Good leadership is also crucial at a time of change. I admired the way that my predecessor at COL, Raj Dhanarajan, laid the groundwork for the Hong Kong Open Learning Institute so well that it achieved university status in record time in S-W Tam's presidency.

Good leadership can also reinvigorate institutions that are languishing or underperforming. Here I think of how Dominique Abrioux took over at Athabasca University when it was under threat and turned it into the university with the highest student ratings in Alberta. Similarly the Allama Iqbal OU in Pakistan is making great strides under the vice-chancellorship of Professor Hussain, and the Netaji Subhas OU in West Bengal has taken off like a rocket with Professor Surabhi Banerjee at its head.

I realise that institutions cannot always find excellent leaders to order, but what they can do is to give their chief executives a reasonable time in office. Several potentially important distance teaching institutions have suffered because governments changed their leadership every two years - or sometimes even more frequently.

An Effective and Balanced Teaching and Learning System

My fifth ingredient of sustainable open and distance learning is an effective and balanced teaching and learning system. I did not list this earlier because even a brilliant teaching system will not carry the institution if its economics are unviable or its institutional structures ineffective. But conversely, long term sustainability, especially at high enrolments, depends on students enjoying their institution so that they come back again and again.

My wife and I have both taken UKOU courses in the last four years and would be students again this year if it accepted students in Canada.

This is not the place to explore the components of an effective study system. Suffice it to say that you need a combination of interesting study materials, effective student support and good logistics. The challenge of sustainability is to ensure that each of these three components changes with the times.
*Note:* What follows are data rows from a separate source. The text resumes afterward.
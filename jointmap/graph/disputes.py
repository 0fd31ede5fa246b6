"""Odometry steps that a closure between the same two keyframes contradicts.

Both say how the robot moved over one step, and nothing near tells which of them is wrong: the
wheels may have slipped, or the place was recognised wrongly. They are alternatives; what the rest
of the survey says must choose, so neither may be taken for granted.
"""

from __future__ import annotations

from collections.abc import Sequence
from dataclasses import dataclass

import numpy as np
from numpy.typing import NDArray
from scipy.stats import chi2

from jointmap import frames
from jointmap.graph.problem import Problem

Floats = NDArray[np.float64]
Ints = NDArray[np.int64]

#: Probability that two right statements about one step agree.
_GATE = 1.0 - 1e-6


@dataclass(frozen=True)
class Disputes:
    """Steps in dispute: ``block`` and ``row`` (n,) of the odometry, ``apart`` (n, dof) the largest
    disagreement with a closure (body tangent at the later keyframe); ``closure_block`` and
    ``closure_row`` (m,) the closures that contradict.
    """

    block: Ints
    row: Ints
    apart: Floats
    closure_block: Ints
    closure_row: Ints


def any_between_neighbours(problem: Problem) -> bool:
    """Whether any closure ties two neighbouring keyframes, so that there may be a dispute."""
    return any(b.kind == "closure" and bool((np.abs(b.b - b.a) == 1).any()) for b in problem.blocks)


def disputed_steps(problem: Problem, covariances: Sequence[Floats]) -> Disputes:
    """Find the steps that a closure contradicts.

    Parameters
    ----------
    covariances : per block (n, m, m)
        Noise of its rows; only those of odometry and closures are read.

    Notes
    -----
    A closure Z between frames A and B of bodies X and Y says ``X^-1 Y = A Z B^-1``; its error moves
    to the body of Y by the adjoint of B.
    """
    lie = frames.group(problem.dimension)
    step_of = np.full((2, len(problem.keyframes.robot)), -1, dtype=np.int64)
    for at, block in enumerate(problem.blocks):
        if block.kind == "odometry":
            step_of[0, block.a], step_of[1, block.a] = at, np.arange(block.n)
    limit = chi2.ppf(_GATE, lie.dof)
    found: dict[tuple[int, int], Floats] = {}
    against: list[tuple[int, int]] = []
    for at, block in enumerate(problem.blocks):
        if block.kind != "closure" or block.components != ("pose",):
            continue
        early = np.minimum(block.a, block.b)
        rows = np.flatnonzero((np.abs(block.b - block.a) == 1) & (step_of[0, early] >= 0))
        if not len(rows):
            continue
        frame_a, frame_b = (
            np.broadcast_to(f, (block.n, *lie.shape))[rows] for f in (block.frame_a, block.frame_b)
        )
        said = lie.compose(lie.compose(frame_a, block.obs[rows]), lie.inverse(frame_b))
        move = lie.adjoint(frame_b)
        own = move @ covariances[at][rows] @ np.swapaxes(move, -1, -2)
        back = block.b[rows] < block.a[rows]
        turn = lie.adjoint(said)
        own = np.where(back[:, None, None], turn @ own @ np.swapaxes(turn, -1, -2), own)
        said = np.where(back.reshape(-1, *[1] * (said.ndim - 1)), lie.inverse(said), said)
        blocks, steps = step_of[:, early[rows]]
        for k, (b, s) in enumerate(zip(blocks.tolist(), steps.tolist(), strict=True)):
            gap = lie.local(problem.blocks[b].obs[s], said[k])
            size = gap @ np.linalg.solve(covariances[b][s] + own[k], gap)
            if size > limit:
                against.append((at, int(rows[k])))
                before = found.get((b, s))
                if before is None or gap @ gap > before @ before:
                    found[b, s] = gap
    keys = np.array(list(found), dtype=np.int64).reshape(-1, 2)
    apart = np.array(list(found.values())).reshape(-1, lie.dof)
    other = np.array(against, dtype=np.int64).reshape(-1, 2)
    return Disputes(keys[:, 0], keys[:, 1], apart, other[:, 0], other[:, 1])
The UKOU, for instance, owes much to David Sewart for the way that he developed its logistics and student support systems to take advantage of new technologies and to respond to student demand for greater flexibility.

It is hardly novel to say that the study system needs to be student friendly, but remember that making it so may take an institution in difficult directions. I consider, for example, that the success of Athabasca University owes much to its continuous enrolment system, something that institutions used to working with paced cohorts may find difficult.

Intellectual excitement

Finally I suggest that students will enjoy their institution, and help to make it sustainable, if they find their studies intellectually or practically exciting. Education is the key to the enhancing the freedoms that are the measure and means of development. Liberating the human spirit is vital because it generates the confidence necessary to achieve the other freedoms.

During my 11 years as Vice-Chancellor of the UKOU I officiated at some 150 degree ceremonies and spoke individually to 50,000 graduating students. Time and again they told me how study had changed their lives by giving them confidence. Time and again they looked back with affection on a particular course that had changed their thinking. Indeed over the 11 years almost all courses that the University offered were mentioned with nostalgia by someone - including some courses considered to be dogs by the academics who had developed them.

Conclusion

So, there are some simple thoughts on the vital topic of sustainability that you have been exploring with greater sophistication today.

Sophistication is good, but I suggest to you that simplicity is an important element of sustainability, which depends on people understanding the context in which they are working. Exploring lots of options is fine, but you need to retain clarity of ends and means.

As Winston Churchill said about the United States' involvement in the Second World War, 'America will always do the right thing, after having exhausted all other possibilities'.

Thank you for putting up with me a second time.